I would urge those procrastinators (and we did procrastinate too) to 'take care of business' and keep your estate out of probate. Have a trust is not simply for 'rich people' --- it's for anyone with some assets to pass on.
 
What is a the value/purpose of a trust, other than hiding assets from the government so a person can qualify for medicaid.

I've used beneficiaries on most of my major assets to automatically transfer them at the time of my death. I have a file of things that need to be done when I croak but I really should formalize some things in a will. I also need to find a person willing to take on the job of settling my affairs, I hate to leave it in the hands of an attorney that will use it as a cash cow and milk it for all it's worth.
 
I bought a will kit on CD Rom

It said it is legal in all Canadian Provinces.

Will Kit on CD Rom.

Maybe there is a U.S. version.


I have a will at my lawyer now however I want to add another executor (joint exectors) as my only son lives in the U.S. and that would add a lot of travelling.

But my lawyer charges a fortune for changing.
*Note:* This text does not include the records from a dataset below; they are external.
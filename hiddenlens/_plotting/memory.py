"""Drawing of memory results (matplotlib only; called by the results' ``.plot``)."""

from __future__ import annotations

from typing import Any

import numpy as np


def draw_memory(result, ax: Any = None, *, log: bool | None = None, **kw: Any):
    """Draw a MemoryCurve on ``ax``; the options are those of ``MemoryCurve.plot``."""
    from .style import OKABE_ITO, get_axes

    ax = get_axes(ax)
    log = result.method != "decoding" if log is None else log
    line, = ax.plot(result.lags, result.scores, marker=".", label=result.method, **kw)
    lo, hi = result.scores - result.spread, result.scores + result.spread
    if log:
        lo = np.where(lo > 0, lo, np.nan)
    ax.fill_between(result.lags, lo, hi, color=line.get_color(), alpha=0.2, lw=0)
    if result.baseline is not None:
        ax.plot(result.lags, result.baseline, ls="--", color="0.4",
                label="baseline (inputs' own history)")
    level = result.threshold
    if result.chance is not None:
        ax.axhline(result.chance, ls=":", color="0.5", label=f"chance {result.chance:.2f}")
        level = result.chance + result.threshold * (1.0 - result.chance)
    ax.axhline(level, ls="--", color=OKABE_ITO["vermillion"], lw=0.8,
               label=f"threshold {level:.2f}")
    if result.time_constant is not None and 0 < result.time_constant < np.inf:
        ax.plot(result.lags, np.exp(-result.lags / result.time_constant), ls=":", color="0.3",
                label=f"exp(-k/{result.time_constant:.3g})")
    if 0 <= result.span:
        ax.axvline(result.span, color="0.6", lw=0.8)
    if log:
        ax.set_yscale("log")
    ax.set_xlabel("lag k (steps)")
    ax.set_ylabel(result.score_name)
    span = int(result.span)
    said = "nothing decodable" if span < 0 else f"span {span} step{'s' if span != 1 else ''}"
    ax.set_title(f"memory ({result.method}, {result.mode}): capacity {result.capacity:.3g}, "
                 f"{said}")
    ax.legend(fontsize="small")
    return ax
I'll give him a call.
 
Yes, we had our wills drawn up several years ago, though we need to have some updates done since our daughters both married in 2017. Also have arranged with our current financial advisors to help our children navigate our investments when the time comes.
 
When it comes to distrubution of assets as has been pointed out a revocable trust is one way to ease our minds in what each perceives to suit what they want to have happen when they are gone. It's hard enough to get young people to plan for their senior years probably harder to get them to realize that they have options in what to do should they aquire something to leave to heirs.


For us a will works. Not the typical lawyer written boiler plate version but one with what we want to happen. Distribution of bank accounts and insurance in particular well documented.
Aside from that our assets are set up with a sequence of distribution no matter which goes 1st. or both at the same time. Should anything change a codicil will accomplish incorporating change.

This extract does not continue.